Setengah juta anak beresiko, tambahnya.
Serta konsekuensi kemanusiaan, konflik baru di Libya mengancam untuk mengganggu pasokan minyak, meningkatkan migrasi melintasi Mediterania ke Eropa, mengacaukan rencana perdamaian PBB, dan mendorong gerilyawan untuk mengeksploitasi kekacauan.
Negara Islam menewaskan tiga orang di kota gurun terpencil di bawah kendali LNA dua hari lalu.
Di Tripoli, hampir 50 orang telah tewas, sebagian besar pejuang tetapi juga beberapa warga sipil termasuk dua dokter, menurut perkiraan korban PBB terbaru. Tol diperkirakan akan naik.
Beberapa ribu migran, yang ditahan setelah mencoba menggunakan Libya sebagai titik persiapan untuk menyeberangi Mediterania ke Eropa, juga terjebak dalam krisis.
Badan pengungsi PBB UNHCR mengatakan pada hari Selasa bahwa mereka telah memindahkan lebih dari 150 dari mereka – di antara beberapa ribu total – dari satu pusat penahanan di Tripoli selatan ke fasilitas mereka sendiri di zona aman.
Seorang pejabat di pusat penahanan mengatakan dia membuka pintu pada hari Rabu dan melepaskan 150 migran lain untuk keselamatan mereka sendiri karena kedekatan bentrokan.
Perserikatan Bangsa-Bangsa, Amerika Serikat, Uni Eropa dan blok G7 telah meminta gencatan senjata, kembali ke rencana perdamaian PBB, dan menghentikan dorongan Haftar.
Lawan melemparkannya sebagai calon diktator dalam cetakan Gaddafi, meskipun Haftar memproyeksikan dirinya sebagai juara melawan ekstremisme yang berusaha memulihkan ketertiban di Libya.

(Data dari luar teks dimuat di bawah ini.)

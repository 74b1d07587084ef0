"""Array types shared by the stages' values, and the one way to freeze an array."""

from collections.abc import Iterable

import numpy as np
from numpy.typing import NDArray

FloatArray = NDArray[np.float64]
IntArray = NDArray[np.int64]
BoolArray = NDArray[np.bool_]


def frozen_floats(values: Iterable[float] | FloatArray) -> FloatArray:
    """A read-only float64 copy of the values; empty in, empty out."""
    array = np.array(values if isinstance(values, np.ndarray) else list(values), dtype=np.float64)
    array.setflags(write=False)
    return array


def frozen_ints(values: Iterable[int] | IntArray) -> IntArray:
    """A read-only int64 copy of the values; empty in, empty out."""
    array = np.array(values if isinstance(values, np.ndarray) else list(values), dtype=np.int64)
    array.setflags(write=False)
    return array
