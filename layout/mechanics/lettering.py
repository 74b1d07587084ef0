"""Single-stroke letters, as an engraving laser or a scribing tool draws them.

The letters are A. V. Hershey's simplex Roman, public domain, through the library Hershey-Fonts.
"""

from functools import cache

import numpy as np
from HersheyFonts import HersheyFonts

from layout.mechanics.arrays import FloatArray, frozen_floats

_FACE = "futural"  # the library's name for simplex Roman


@cache
def _font() -> HersheyFonts:
    return HersheyFonts(load_default_font=_FACE)


def strokes_mm(text: str, letter_height_mm: float) -> tuple[FloatArray, ...]:
    """The strokes of a line of text, its base line at y = 0, centred on x = 0, reading towards +x.

    Args:
        text: Printable ASCII; what the font lacks is left out.
        letter_height_mm: Height of capitals.

    Returns:
        Open strokes, each (k, 2) with k of 2 or more; none for blanks.
    """
    options = _font().render_options
    base, cap = float(options.base_line), float(options.cap_line)
    scale = letter_height_mm / (base - cap)
    # The font's y runs down from its own middle.
    strokes = [
        np.array([(x * scale, (base - y) * scale) for x, y in stroke]) for stroke in _font().strokes_for_text(text)
    ]
    if not strokes:
        return ()
    ends = np.concatenate(strokes)[:, 0]
    middle = np.array([(float(ends.min()) + float(ends.max())) / 2, 0.0])
    return tuple(frozen_floats(stroke - middle) for stroke in strokes)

Haftar adalah salah satu perwira yang membantu Gaddafi naik ke tampuk kekuasaan pada 1969 tetapi berselisih dengannya selama perang dengan Chad pada 1980-an. Dia ditawan oleh Chad, diselamatkan oleh CIA, dan hidup selama sekitar 20 tahun di Virginia sebelum kembali pada 2011 untuk bergabung dengan pemberontak lainnya dalam pemberontakan melawan Gaddafi
Meskipun terjadi konflik yang berkobar, kehidupan normal hampir berlanjut di Tripoli, sebuah kota dengan sekitar 1,2 juta orang, meskipun harga naik dan bisnis tutup lebih awal dari biasanya, kata penduduk.
“Saya tidak peduli siapa yang menang atau kalah, saya hanya ingin bertahan dengan keluarga saya,” kata seorang guru di Tripoli, yang berharap bisa keluar.